RSD - On-Line Shopping

Fire Resistance

 The Construction Specifier
Solutions for the Construction Industry - October 2007


Fire resistance and combustibility
When used with various construction types and occupancies, vinyl siding must comply with sections of the International Building Code (IBC).

High ignition temperature
Low ignitability is the first line of defense in a fire. All organic materials ignite, but the higher the temperature a material has to reach before that happens, the safer it is. Polyvinyl chloride (PVC) does not ignite until the temperature hits approximately 388 C (730 F) even in the presence of flame, and will not self-ignite until about 454 C (850 F). These ignition temperatures are significantly higher than those of typical framing lumber, which has a flash ignition temperature of 260 C (500 F) and self-ignites at 410 C (770 F).

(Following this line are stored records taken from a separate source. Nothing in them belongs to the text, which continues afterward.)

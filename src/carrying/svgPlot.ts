/** Small line plots as SVG text for paper: black ink, lines told apart by dash and label, axes with units. */

export interface PlotLine {
  readonly label: string;
  readonly x: ArrayLike<number>;
  readonly y: ArrayLike<number>;
  /** SVG dash pattern; empty = solid. */
  readonly dash: string;
}

export interface PlotFrame {
  readonly title: string;
  readonly xLabel: string;
  readonly yLabel: string;
  readonly logX?: boolean;
  /** Level lines with a label, drawn thin. */
  readonly levels?: readonly { readonly y: number; readonly label: string }[];
}

/** Roll solid, pitch dashed, yaw dotted: readable without colour. */
export const AXIS_DASH = { roll: '', pitch: '6 3', yaw: '1.5 2.5' } as const;

const WIDTH = 340;
const HEIGHT = 160;
const LEFT = 46;
const RIGHT = 10;
const TOP = 22;
const BOTTOM = 34;
const MOST_POINTS = 400;

/** The plot, or a sentence in its place when a line holds nothing finite. */
export function linePlot(frame: PlotFrame, lines: readonly PlotLine[]): string {
  const usable = lines.filter((line) => finitePoints(line, frame.logX === true).length > 1);
  if (usable.length === 0) return `<p class="empty">${escapeHtml(frame.title)}: nothing to draw.</p>`;
  const points = usable.map((line) => finitePoints(line, frame.logX === true));
  const xs = points.flatMap((line) => line.map(([x]) => x));
  const ys = points
    .flatMap((line) => line.map(([, y]) => y))
    .concat((frame.levels ?? []).map((level) => level.y));
  const [x0, x1] = spread(Math.min(...xs), Math.max(...xs), 0);
  const [y0, y1] = spread(Math.min(...ys), Math.max(...ys), 0.06);
  const toX = (x: number) => LEFT + ((x - x0) / (x1 - x0)) * (WIDTH - LEFT - RIGHT);
  const toY = (y: number) => HEIGHT - BOTTOM - ((y - y0) / (y1 - y0)) * (HEIGHT - TOP - BOTTOM);
  const parts = [
    `<svg viewBox="0 0 ${WIDTH} ${HEIGHT}" role="img" aria-label="${escapeHtml(frame.title)}">`,
    `<text x="${LEFT}" y="13" class="t">${escapeHtml(frame.title)}</text>`,
    `<rect x="${LEFT}" y="${TOP}" width="${WIDTH - LEFT - RIGHT}" height="${HEIGHT - TOP - BOTTOM}" class="f"/>`,
  ];
  for (const tick of ticks(y0, y1)) {
    parts.push(
      `<line x1="${LEFT}" x2="${WIDTH - RIGHT}" y1="${f(toY(tick))}" y2="${f(toY(tick))}" class="g"/>`,
    );
    parts.push(
      `<text x="${LEFT - 4}" y="${f(toY(tick) + 3)}" class="n" text-anchor="end">${short(tick)}</text>`,
    );
  }
  for (const tick of frame.logX === true ? decades(x0, x1) : ticks(x0, x1)) {
    const label = frame.logX === true ? short(10 ** tick) : short(tick);
    parts.push(
      `<line y1="${TOP}" y2="${HEIGHT - BOTTOM}" x1="${f(toX(tick))}" x2="${f(toX(tick))}" class="g"/>`,
    );
    parts.push(
      `<text x="${f(toX(tick))}" y="${HEIGHT - BOTTOM + 11}" class="n" text-anchor="middle">${label}</text>`,
    );
  }
  for (const level of frame.levels ?? []) {
    parts.push(
      `<line x1="${LEFT}" x2="${WIDTH - RIGHT}" y1="${f(toY(level.y))}" y2="${f(toY(level.y))}" class="l"/>`,
    );
    parts.push(
      `<text x="${LEFT + 4}" y="${f(levelLabelY(toY(level.y)))}" class="n">${escapeHtml(level.label)}</text>`,
    );
  }
  points.forEach((line, index) => {
    const path = line.map(([x, y], i) => `${i === 0 ? 'M' : 'L'}${f(toX(x))} ${f(toY(y))}`).join('');
    parts.push(`<path d="${path}" class="s" stroke-dasharray="${usable[index].dash}"/>`);
    const lx = LEFT + 8 + index * 88;
    parts.push(
      `<line x1="${lx}" x2="${lx + 24}" y1="${HEIGHT - 6}" y2="${HEIGHT - 6}" class="s" stroke-dasharray="${usable[index].dash}"/>`,
    );
    parts.push(`<text x="${lx + 28}" y="${HEIGHT - 3}" class="n">${escapeHtml(usable[index].label)}</text>`);
  });
  parts.push(
    `<text x="${WIDTH - RIGHT}" y="${HEIGHT - 3}" class="n" text-anchor="end">${escapeHtml(frame.xLabel)}</text>`,
  );
  parts.push(
    `<text x="${WIDTH - RIGHT}" y="13" class="n" text-anchor="end">${escapeHtml(frame.yLabel)}</text>`,
  );
  parts.push('</svg>');
  return parts.join('');
}

/** Over its line, or under it where the frame's edge is too near. */
function levelLabelY(lineY: number): number {
  return lineY - TOP < 11 ? lineY + 9 : lineY - 2;
}

export function escapeHtml(text: string): string {
  return text.replace(/&/g, '&amp;').replace(/</g, '&lt;').replace(/>/g, '&gt;').replace(/"/g, '&quot;');
}

function finitePoints(line: PlotLine, logX: boolean): [number, number][] {
  const stride = Math.max(1, Math.ceil(line.x.length / MOST_POINTS));
  const points: [number, number][] = [];
  for (let i = 0; i < line.x.length; i += stride) {
    const x = logX ? Math.log10(line.x[i]) : line.x[i];
    if (Number.isFinite(x) && Number.isFinite(line.y[i])) points.push([x, line.y[i]]);
  }
  return points;
}

function spread(low: number, high: number, margin: number): [number, number] {
  const width = high - low || Math.max(1, Math.abs(high)) * 0.1;
  return [low - margin * width, low + width * (1 + margin)];
}

function ticks(low: number, high: number): number[] {
  const raw = (high - low) / 5;
  const power = 10 ** Math.floor(Math.log10(raw));
  const step = power * ([1, 2, 5, 10].find((one) => one * power >= raw) ?? 10);
  const out: number[] = [];
  for (let k = Math.ceil(low / step - 1e-9); k * step <= high + 1e-9 * step; k++) out.push(k * step);
  return out;
}

function decades(low: number, high: number): number[] {
  const out: number[] = [];
  for (let k = Math.ceil(low - 1e-9); k <= high + 1e-9; k++) out.push(k);
  return out.length >= 2 ? out : [low, high];
}

function f(value: number): string {
  return value.toFixed(1);
}

function short(value: number): string {
  return String(Number(value.toPrecision(3)));
}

High limiting oxygen index
According to research by the Vinyl Institute, using ASTM International D 2863, Standard Test Method for Measuring the Minimum Oxygen Concentration to Support Candle-like Combustion of Plastics (oxygen Index), to determine rigid PVC's high limiting oxygen index (LOI) shows the material takes unusually high amounts of oxygen to burn and remain burning. (1) It will not independently sustain combustion in air with a normal concentration of oxygen (about 21 percent).

Low surface flammability
Test results using ASTM E 162, Standard Test Method for Surface Flammability of Materials Using a Radiant Heat Energy Source, shows PVC as one of the materials with the lowest flame-spread rating, meaning it will not readily spread fire on its own. Vinyl products do not quickly ignite and are inherently flame-retardant due to their chlorine base. Regarding combustible claddings, vinyl can be seen as superior to other products, such as untreated wood, which typically has double the flame-spread rating.
Most vinyl products will not continue to burn once a flame or heat source is removed and have been proven to be no more hazardous than those products by many other common materials, both natural and synthetic. (2)

Toxicity
At least to some extent, fire hazards are also associated with the toxicity of the smoke itself. The most important toxic product in any fire is carbon monoxide (CO), which is produced by all organic materials when they burn.
The Society of the Plastics Industry (SPI) funded a comprehensive study of fire (and non-fire) fatalities associated with carbon monoxide. Published in 1992, it examined approximately 5000 deaths and found the toxicity of fire atmospheres is determined almost exclusively by carbon monoxide. NIST has since developed a new definitive smoke toxicity test that has found most fatalities occur in fires that become very large (i.e. go to flashover). The CO concentrations in these events are virtually unaffected by the materials burning.
Vinyl materials are well within the normal range of toxicity when compared to other combustibles, with lethal concentration (i.e. LC50) values of more than 8 mg/L. (3) The major combustion products given off by PVC are the same as those produced by wood or most other common materials. The one product given off by PVC not emitted by natural materials is hydrogen Chloride (HCI). Extensive studies have shown the mechanisms of action of CO and HCI are totally different, but their lethal doses are very similar. Unlike CO, HCI has a very pungent odor, which is detectable at a level of less than 1 ppm, while CO is odorless and narcotic. Therefore, HCI can signal people to escape, while CO will narcotize them. (4)

Read the PDF - Construction Specifer, October, 2007


(1) See "Fire and Polyvinyl Chloride,"a 1996 report by the Vinyl Institute. (2) See (5). (3) LC50 is the concentration of a material in the air that causes the death of 50 percent of a group of test animals. The material is inhailed over a set period, usually one or four hours. (The LC50 helps determine a material's short-term poisioning potential). (4) See (5).